Qualitative Systematic Review of the Experiences of Children with Terminal Cancer and their Families in Palliative Care
*Corresponding Author: Martin Paul, Department of Public Health and Sport Sciences, Uppsala University, Uppsala, Sweden, Email: martin_p@gmail.comReceived Date: Sep 18, 2024 / Published Date: Feb 08, 2026
Citation: Paul M (2026) Qualitative Systematic Review of the Experiences of Children with Terminal Cancer and their Families in Palliative Care. Neonat Pediatr Med 12: 620.DOI: 10.4172/2572-4983.1000620
Copyright: © 2026 Paul M. This is an open-access article distributed under the terms of the Creative Commons Attribution License, which permits unrestricted use, distribution and reproduction in any medium, provided the original author and source are credited.
| Peer-reviewed Full Article 
Abstract
Background: Terminal cancer in children presents significant emotional and practical challenges for both patients and their families. Palliative care aims to alleviate suffering and enhance quality of life, but a nuanced understanding of the experiences of these children and their families is essential for improving care.
Objective: This qualitative systematic review aims to explore and synthesize the experiences of children with terminal cancer and their families in palliative care settings, highlighting key themes and challenges to inform better care practices.

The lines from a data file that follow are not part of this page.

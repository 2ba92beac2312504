import { copyFileSync, rmSync, writeFileSync } from 'node:fs';
import { join } from 'node:path';
import { beforeAll, beforeEach, describe, expect, it } from 'vitest';
import { requireBuilt } from '../support/built.js';
import { makeWorkplace, type Ran, type Workplace } from '../support/railfit.js';

const PROBE = 'soil-moisture-probe.yaml';
let place: Workplace;

const empty = (): string => join(place.folder, 'empty.sqlite');
const house = (): string => join(place.folder, 'house.sqlite');

beforeAll(async () => {
  requireBuilt();
  place = makeWorkplace();
  await place.run(['parts', '--catalog', 'empty.sqlite']);
  copyFileSync(empty(), house());
  expect((await place.run(['import', 'approved.csv', '--catalog', 'house.sqlite'])).exit).toBe(0);
  return () => { place.remove(); };
}, 60_000);
beforeEach(() => { copyFileSync(empty(), place.catalog); });

const HEADER = 'id,status,lifecycle,gain bandwidth typ (MHz),quiescent current max (µA)';

function write(file: string, rows: readonly string[], header = HEADER): void {
  writeFileSync(join(place.folder, file), `${[header, ...rows].join('\n')}\n`);
}

const rows = (cells: string, count = 6): string[] => Array.from({ length: count }, (_, at) => `TEAM-${at},approved,${cells}`);

async function imported(file: string, ...words: readonly string[]): Promise<Ran> {
  return place.run(['import', file, ...words]);
}

interface ImportDocument {
  readonly outcome: string;
  readonly held?: true;
  readonly counts: object;
  readonly problems: readonly { readonly code: string; readonly severity: string; readonly reason: string; readonly fix?: string }[];
  readonly difference?: { readonly added: string[]; readonly withdrawn: string[]; readonly changes: object[]; readonly columns: object };
  readonly stages?: readonly { readonly file: string; readonly outcome: string; readonly reason?: string; readonly before: { first: string | null } | null; readonly after: { chosen: object | null } | null }[];
}

const documentOf = (ran: Ran): ImportDocument => JSON.parse(ran.stdout) as ImportDocument;

/** The option a refusal prints, as it stands there. */
function optionIn(text: string): string[] {
  return /--accept \w+/u.exec(text)?.[0].split(' ') ?? [];
}

describe('guards', () => {
  it.each<[string, string, () => void, RegExp]>([
    ['parts gone', 'I701', () => { write('next.csv', rows('active,1,50', 4)); }, /2 of the 6 parts in force \(33 %\) are not in this list and would be withdrawn: TEAM-4, TEAM-5/u],
    ['a unit slipped', 'I602', () => { write('next.csv', rows('active,1,50'), HEADER.replace('µA', 'mA')); }, /"quiescent current max \(mA\)" is exactly 1000 times the last import in 6 of 6 known parts; the header went from "quiescent current max \(µA\)" to "quiescent current max \(mA\)"; the figures as written are the same/u],
    ['two units slipped', 'I602', () => { write('next.csv', rows('active,1,50'), HEADER.replace('µA', 'mA').replace('MHz', 'GHz')); }, /"gain bandwidth typ \(GHz\)" and "quiescent current max \(mA\)" are exactly 1000 times the last import in 6 of 6 known parts/u],
    ['lifecycle better', 'I702', () => { write('next.csv', rows('active,1,50').map((row, at) => (at < 4 ? row : row.replace('active', 'obsolete')))); }, /the lifecycle of 4 of 6 known parts goes back towards active: TEAM-0, TEAM-1, TEAM-2, TEAM-3/u],
  ])('%s: %s holds the list back, prints the option, and that option lets it in', async (why, code, next, words) => {
    write('first.csv', rows(why === 'lifecycle better' ? 'nrnd,1,50' : 'active,1,50'));
    expect((await imported('first.csv')).exit).toBe(0);
    next();
    const held = await imported('next.csv', '--json');
    expect(held.exit).toBe(3);
    const document = documentOf(held);
    const found = document.problems.filter(({ severity }) => severity === 'error');
    expect(document).toMatchObject({ outcome: 'refused', held: true });
    expect(found.map((one) => one.code)).toEqual([code]);
    expect(found[0]?.reason).toMatch(words);
    const text = await imported('next.csv');
    expect(text).toMatchObject({ exit: 3, stdout: '' });
    expect(text.stderr.replaceAll(/\s+/gu, ' ')).toContain('Nothing was changed. (exit 3)');
    const dry = await imported('next.csv', '--dry-run');
    expect(dry).toEqual(text);
    const option = optionIn(text.stderr.replaceAll(/\s+/gu, ' '));
    expect(option).toHaveLength(2);
    const letIn = await imported('next.csv', ...option, '--json');
    expect(letIn.exit).toBe(0);
    expect(documentOf(letIn)).toMatchObject({ outcome: 'imported', problems: expect.arrayContaining([expect.objectContaining({ code, severity: 'warning' })]) as unknown });
  });

  it('an older file is held back with its own option', async () => {
    write('march.csv', rows('active,1,50'));
    write('april.csv', rows('active,2,60'));
    await imported('march.csv');
    await imported('april.csv');
    const held = await imported('march.csv');
    expect(held.exit).toBe(3);
    expect(held.stderr).toContain('error[I703]');
    expect(held.stderr).toContain('--accept older');
    expect((await imported('march.csv', '--accept', 'older')).exit).toBe(0);
  });

  it('several are all told, and each must be accepted', async () => {
    write('first.csv', rows('active,1,50'));
    write('next.csv', rows('active,1000,50', 3));
    await imported('first.csv');
    const codes = async (...words: readonly string[]): Promise<unknown> => documentOf(await imported('next.csv', '--json', ...words)).problems.map((one) => [one.code, one.severity]);
    expect(await codes()).toEqual([['I701', 'error'], ['I602', 'error']]);
    expect(await codes('--accept', 'removed')).toEqual([['I701', 'warning'], ['I602', 'error']]);
    expect(await codes('--accept', 'removed', '--accept', 'scaled')).toEqual([['I701', 'warning'], ['I602', 'warning']]);
  });

  it('a word that is no guard is refused', async () => {
    const ran = await imported('approved.csv', '--accept', 'everything');
    expect(ran.exit).toBe(2);
    expect(ran.stderr).toContain('accepted: removed, scaled, lifecycle, older');
  });
});

describe('what changed', () => {
  beforeEach(() => { copyFileSync(house(), place.catalog); });

  it('is told figure by figure with the cell, the same in a dry run', async () => {
    const dry = documentOf(await imported('approved-next.csv', '--dry-run', '--json'));
    const real = documentOf(await imported('approved-next.csv', '--json'));
    expect({ ...dry, outcome: 'imported' }).toEqual(real);
    expect(real.difference).toMatchObject({ added: ['HOUSE-09'], withdrawn: ['HOUSE-08'], columns: { added: [], removed: [] } });
    expect(real.difference?.changes).toContainEqual({ part: 'HOUSE-03', field: 'offset drift max (µV/K)', was: null, now: '4', cell: 'AD5', at: 'approved-next.csv#cell=5,30' });
  });

  it('a cell told is the cell of the figure', async () => {
    await imported('approved-next.csv');
    const shown = JSON.parse((await place.run(['part', 'HOUSE-03', '--json'])).stdout) as { figures: { parameter: string; kind: string; origin: string; cell: string }[] };
    expect(shown.figures.find(({ parameter, kind }) => parameter === 'offsetDrift' && kind === 'max')).toMatchObject({ origin: 'approved-next.csv#cell=5,30', cell: '4' });
  });

  it('is not told of the same list, in the same bytes or in others', async () => {
    const same = await imported('approved.csv', '--json');
    expect(documentOf(same)).toMatchObject({ outcome: 'no-change', counts: { unchanged: 9 } });
    expect(same.stdout).not.toContain('difference');
  });
});

describe('saved stages', () => {
  beforeEach(() => { copyFileSync(house(), place.catalog); });

  it('are judged before and after, in a dry run, an import and an undo', async () => {
    await place.run(['stages', 'add', PROBE, '--part', 'HOUSE-08']);
    await place.run(['stages', 'add', 'reference-buffer.yaml']);
    const dry = documentOf(await imported('approved-next.csv', '--dry-run', '--json')).stages;
    const real = documentOf(await imported('approved-next.csv', '--json')).stages;
    expect(dry).toEqual(real);
    expect(real).toMatchObject([
      { file: 'reference-buffer.yaml', part: null },
      { file: PROBE, part: 'HOUSE-08', outcome: 'other', before: { chosen: { outcome: 'does-not-fit' } }, after: { chosen: { outcome: 'absent', rank: null } } },
    ]);
    const answered = JSON.parse((await place.run(['shortlist', PROBE, '--json'])).stdout) as { counts: { fit: number; undecided: number; rejected: number }; fit: { part: string }[] };
    const { fit, undecided, rejected } = answered.counts;
    expect(real?.[1]?.after).toMatchObject({ first: answered.fit[0]?.part, fit, undecided, rejected });
    const back = documentOf(await place.run(['import', '--undo', '--json'])).stages?.[1];
    expect(back).toMatchObject({ before: real?.[1]?.after, after: real?.[1]?.before });
  });

  it('that are gone or read no more are told, and nothing is refused for it', async () => {
    for (const name of ['gone.yaml', 'wrong.yaml']) writeFileSync(join(place.folder, name), 'topology: follower\nsupply: 5 V\nsignal: {input: 1..4 V}\n');
    expect((await place.run(['stages', 'add', 'gone.yaml', 'wrong.yaml'])).exit).toBe(0);
    rmSync(join(place.folder, 'gone.yaml'));
    writeFileSync(join(place.folder, 'wrong.yaml'), 'topology: folower\n');
    const ran = await imported('approved-next.csv');
    expect(ran.exit).toBe(0);
    const told = ran.stdout.replaceAll(/\s+/gu, ' ');
    expect(told).toContain('gone.yaml: not judged: the file is gone');
    expect(told).toContain('wrong.yaml: not judged: it no longer reads: line 1:');
  });

  it('are not looked at when nothing changes, nor when the list is refused for its cells', async () => {
    await place.run(['stages', 'add', PROBE]);
    expect(documentOf(await imported('approved.csv', '--json')).stages).toBeUndefined();
    expect(documentOf(await imported('refused.csv', '--json')).stages).toBeUndefined();
  });
});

Methods: A systematic search was conducted across databases including PubMed, PsycINFO, CINAHL, and Scopus for qualitative studies addressing pediatric terminal cancer and palliative care. Studies were analyzed to identify recurring themes and patterns in the experiences reported by patients and their families.

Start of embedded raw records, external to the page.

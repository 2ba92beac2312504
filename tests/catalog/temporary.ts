import { mkdtempSync, rmSync } from 'node:fs';
import { tmpdir } from 'node:os';
import { join } from 'node:path';
import { onTestFinished } from 'vitest';

/** A new folder that is removed after the test that asks for it. */
export function temporaryFolder(): string {
  const folder = mkdtempSync(join(tmpdir(), 'catalog-'));
  // Said per test, not once when this file is loaded: the files of a run share their modules.
  onTestFinished(() => { rmSync(folder, { recursive: true, force: true }); });
  return folder;
}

Results: The review identified several prominent themes: Emotional and psychological impact: Children often experience fear, sadness, and confusion, while families endure anticipatory grief and ongoing emotional strain. Communication and relationships: Effective, compassionate communication between healthcare providers, patients, and families is crucial but frequently problematic, affecting the overall care experience. Quality of life and symptom management: Managing physical and emotional symptoms effectively is central to improving the quality of life for children, with significant implications for family satisfaction. Support systems and resources: Access to psychological and practical support for families is vital but often inadequate, impacting their ability to cope with the demands of caregiving.

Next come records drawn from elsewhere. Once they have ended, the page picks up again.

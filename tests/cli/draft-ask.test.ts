import { existsSync, mkdtempSync, readdirSync, readFileSync, rmSync, writeFileSync } from 'node:fs';
import { tmpdir } from 'node:os';
import { join } from 'node:path';
import { afterEach, beforeEach, describe, expect, it } from 'vitest';
import { readStage } from '../../src/spec/read.js';
import { requireBuilt } from '../support/built.js';
import { onTerminal, type Place, type Step } from '../support/terminal.js';

const ENTER = '\r';
const CTRL_C = '\u0003';
const CTRL_D = '\u0004';
const ERASE_LINE = '\u0015';
const DOWN = '\u001b[B';

let place: Place;

beforeEach(() => {
  requireBuilt();
  const folder = mkdtempSync(join(tmpdir(), 'railfit-'));
  place = { folder, catalog: join(folder, 'catalog.sqlite') };
});
afterEach(() => { rmSync(place.folder, { recursive: true, force: true }); });

const answer = (question: string, text: string): Step => [question, `${text}${ENTER}`];

/** The tank-level stage of the README, with three slips on the way. */
const SESSION: readonly Step[] = [
  ['What does the stage do?', DOWN],
  ['> makes a voltage larger (non-inverting)', ENTER],
  answer('Which single supply', '5 mv'),
  ['letter case is not reliable here', ERASE_LINE],
  answer('Which single supply', '5 V ± 5 %'),
  ['directly', ENTER],
  answer('From which voltage', '40 mV..520 mV'),
  answer('How much gain', '80'),
  // 80 V/V cannot be, which shows once the reference is known: back to the gain.
  answer('rest on', ''),
  ['above the 5 V supply', `${ERASE_LINE}back${ENTER}`],
  answer('How much gain', '8'),
  answer('rest on', ''),
  answer('What hangs on the output', '10M'),
  ['10M has no unit', ERASE_LINE],
  answer('What hangs on the output', '10 kΩ to ground'),
  answer('Up to which frequency', '1 kHz'),
  answer('Between which temperatures', '-20..60 °C'),
  answer('What resistance has the source', ''),
  answer('How far off may the output be', '60 mV'),
  answer('How much supply current', '1 mA'),
  answer('How much gain may be missing', ''),
  answer('How much of the wanted swing', ''),
  answer('What is the stage called', 'Tank level, first amplifier'),
  answer('Which file', ''),
];

/** A follower, with nothing but what is needed. */
const FOLLOWER: readonly Step[] = [
  answer('Which single supply', '5 V'),
  ['directly', ENTER],
  answer('From which voltage', '1..4 V'),
  ...['What hangs', 'Up to which', 'Between which', 'What resistance', 'How far off', 'How much supply', 'How much of', 'What is the stage called'].map((question) => answer(question, '')),
];

const FILE = 'tank-level-first-amplifier.yaml';

describe('guided entry, recorded on a pseudo-terminal', () => {
  it('refuses a wrong unit with the reason, takes the correction, tells the demands, writes the file and ends with the shortlist', () => {
    const { exit, screens, restored, cursor } = onTerminal(['draft', '--ask'], SESSION, place);
    expect({ exit, restored, cursor }).toEqual({ exit: 0, restored: true, cursor: true });

    // What stood on the screen when the wrong unit was refused, and when a load could be milli or mega.
    expect(lastLines(screens[3], 4)).toMatchInlineSnapshot(`
      "
      ? Which single supply does it run from, over its tolerance or discharge?
        [5 V ± 5 %, 3.0..4.2 V] 5 mv
      error[Q003]: unit written v, not V: letter case is not reliable here, so m may mean milli or mega
         fix: 5 MV or 5 mV
      "
    `);
    expect(lastLines(screens[9], 4)).toMatchInlineSnapshot(`
      "
      error[S201]: the output is asked to swing 3.2 V..41.6 V, above the 5 V supply: no amplifier on this
        supply does that (see gain, supply)
         fix: write gain: 8.81
              or back, to change an answer before this one
      "
    `);
    expect(lastLines(screens[13], 4)).toMatchInlineSnapshot(`
      "
      ? What hangs on the output, and where does it go?
        [10 kΩ to ground, 100 pF; Enter: nothing] 10M
      error[Q002]: 10M has no unit: SI and IEC 60062 read mega (10 MΩ), SPICE reads milli (10 mΩ)
         fix: 10 MΩ, 10meg or 10 mΩ
      "
    `);

    const [questions = '', answered = ''] = (screens.at(-1) ?? '').split(`\nwrote ${FILE}\n`);
    expect(`\n${questions}`).toMatchInlineSnapshot(`
      "
      Each answer is checked as it is given; back returns to the question before.
      Ctrl-C ends, and nothing is written before the last answer.

      > What does the stage do? makes a voltage larger (non-inverting)
      > Which single supply does it run from, over its tolerance or discharge?
        [5 V ± 5 %, 3.0..4.2 V] 5 V ± 5 %
      > How does the signal come in? directly: its lowest and highest voltage count
      > From which voltage to which does the input go, against ground?
        [25 mV..330 mV] 40 mV..520 mV
      > How much gain, or from where to where must the output go?
        [8, 20 dB, or 0.2..2.64 V] 80
      > What does the signal rest on at the output?
        [ground, mid-supply, 1.25 V ± 1 %; Enter: ground] back
      > How much gain, or from where to where must the output go?
        [8, 20 dB, or 0.2..2.64 V] 8
      > What does the signal rest on at the output?
        [ground, mid-supply, 1.25 V ± 1 %; Enter: ground]
        Output   320 mV..4.16 V, 314 mV..4.23 V at the corners
        Inputs   40 mV..520 mV
        Asks     input range low at most 40 mV: lowest common mode 40 mV
        Asks     input range high at most 4.23 V: common mode 520 mV on a supply of 4.75 V
        Asks     output low at most 314 mV: lowest output 314 mV
        Asks     output high at most 516 mV: highest output 4.23 V, least room on a supply of 4.75 V
        Asks     minimum stable gain at most 7.86 V/V: noise gain 7.86 V/V at its lower corner
        Assumed  Resistors chosen from E96: feedback 93.1 kΩ, input 13.3 kΩ, gain 8 V/V
        Assumed  Reference ground
        Assumed  Resistor tolerance 1 %
        Assumed  Supply peak is the top of the supply
      > What hangs on the output, and where does it go?
        [10 kΩ to ground, 100 pF; Enter: nothing] 10 kΩ to ground
        Asks     output current at least 455 µA: 455 µA out of the output at the peak, feedback network
                 included, resistors nominal
        Assumed  Stability: the part's own compensation is assumed to hold
      > Up to which frequency must it follow?
        [2 kHz, 20 Hz..2 kHz; Enter: speed is not judged] 1 kHz
        Asks     slew rate at least 12.3 mV/µs: 1.954 V peak at 1 kHz
        Asks     gain bandwidth at least 56.1 kHz: noise gain 8 V/V, magnitude error 1 % at 1 kHz
      > Between which temperatures does it work?
        [-20..60 °C; Enter: 25 °C] -20..60 °C
        Asks     lowest temperature at most -20 °C: lowest temperature -20 °C
        Asks     highest temperature at least 60 °C: highest temperature 60 °C
      > What resistance has the source that drives it?
        [1 kΩ; Enter: 0 Ω]
        Assumed  Source resistance 0 Ω
      > How far off may the output be at rest?
        [20 mV; Enter: not judged] 60 mV
        Asks     DC error at most 60 mV: DC error 60 mV allowed at the output, noise gain 8.14 V/V at its
                 upper corner
      > How much supply current may one amplifier take?
        [80 µA; Enter: not judged] 1 mA
        Asks     supply current at most 1 mA: supply current 1 mA allowed per amplifier
      > How much gain may be missing at the top frequency?
        [1 %; Enter: 1 %]
        Assumed  Gain error 1 % at the top frequency
      > How much of the wanted swing may be missing at each rail?
        [20 mV; Enter: none]
        Assumed  Swing loss 0 V: the whole wanted swing must be there
      > What is the stage called?
        [Tank level, first amplifier; Enter: no name] Tank level, first amplifier
      > Which file shall it be written to? tank-level-first-amplifier.yaml
      "
    `);

    const text = readFileSync(join(place.folder, FILE), 'utf8');
    expect(readStage(text).ok).toBe(true);
    expect(text.split('\n').filter((line) => line !== '' && !/^ *#/u.test(line)).join('\n')).toMatchInlineSnapshot(`
      "name: Tank level, first amplifier
      topology: non-inverting
      supply: 5 V ± 5 %
      gain: 8
      resistors:
      capacitors:
      signal:
        input: 40 mV..520 mV
        coupling: dc
        frequency: 1 kHz
      load: 10 kΩ to ground
      temperature: -20..60 °C
      limits:
        dcError: 60 mV
        supplyCurrent: 1 mA
      wishes:
      margins:"
    `);

    // The shortlist is the one of the file, to the letter.
    const again = onTerminal(['shortlist', FILE], [], place);
    expect(again.screens.at(-1)).toContain('parts fit');
    expect(answered.trim().endsWith((again.screens.at(-1) ?? 'nothing').trim())).toBe(true);
  });

  it.each<[string, readonly Step[]]>([
    ['at a choice', [['What does the stage do?', CTRL_C]]],
    ['while an answer stands refused', [['What does the stage do?', ENTER], answer('Which single supply', '5 mv'), ['letter case', CTRL_C]]],
    ['at the last question', [['What does the stage do?', ENTER], ...FOLLOWER, ['Which file', CTRL_C]]],
  ])('Ctrl-C %s ends it: nothing written, terminal as before', (_where, steps) => {
    const seen = onTerminal(['draft', '--ask'], steps, place);
    expect({ ...seen, screens: null }).toEqual({ exit: 130, restored: true, cursor: true, screens: null });
    expect(seen.screens.at(-1)).toMatch(/\ninterrupted: nothing was written \(exit 130\)$/u);
    expect(readdirSync(place.folder)).toEqual([]);
  });

  it('the end of input ends it like Ctrl-C', () => {
    const seen = onTerminal(['draft', 'follower', '--ask'], [['Which single supply', CTRL_D]], place);
    expect({ ...seen, screens: null }).toEqual({ exit: 130, restored: true, cursor: true, screens: null });
    expect(seen.screens.at(-1)).toContain('interrupted: nothing was written (exit 130)');
  });

  it('a file that exists is refused by name, and another one taken', () => {
    writeFileSync(join(place.folder, 'follower.yaml'), 'mine\n');
    const steps: readonly Step[] = [...FOLLOWER, answer('Which file', ''), ['exists and is not written over', ERASE_LINE], answer('Which file', 'buffer.yaml')];
    const { exit } = onTerminal(['draft', 'follower', '--ask'], steps, place);
    expect(exit).toBe(0);
    expect(readFileSync(join(place.folder, 'follower.yaml'), 'utf8')).toBe('mine\n');
    expect(existsSync(join(place.folder, 'buffer.yaml'))).toBe(true);
  });

  it('with -o of a file that exists nothing is asked', () => {
    writeFileSync(join(place.folder, 'mine.yaml'), 'mine\n');
    const { exit, screens } = onTerminal(['draft', '--ask', '-o', 'mine.yaml'], [], place);
    expect(exit).toBe(2);
    expect(screens.at(-1)).toContain('error[C110]: -o: mine.yaml exists and is not written over');
    expect(screens.at(-1)).not.toContain('What does the stage do?');
  });
});

const lastLines = (screen: string | undefined, count: number): string => `\n${(screen ?? '').split('\n').slice(-count).join('\n')}\n`;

Conclusion: The findings highlight the need for enhanced communication strategies, improved symptom management, and expanded support services. Recommendations include training for healthcare providers, development of comprehensive support systems, and advocacy for policies that ensure robust palliative care services. Addressing these areas can significantly improve the quality of palliative care for pediatric terminal cancer patients and their families.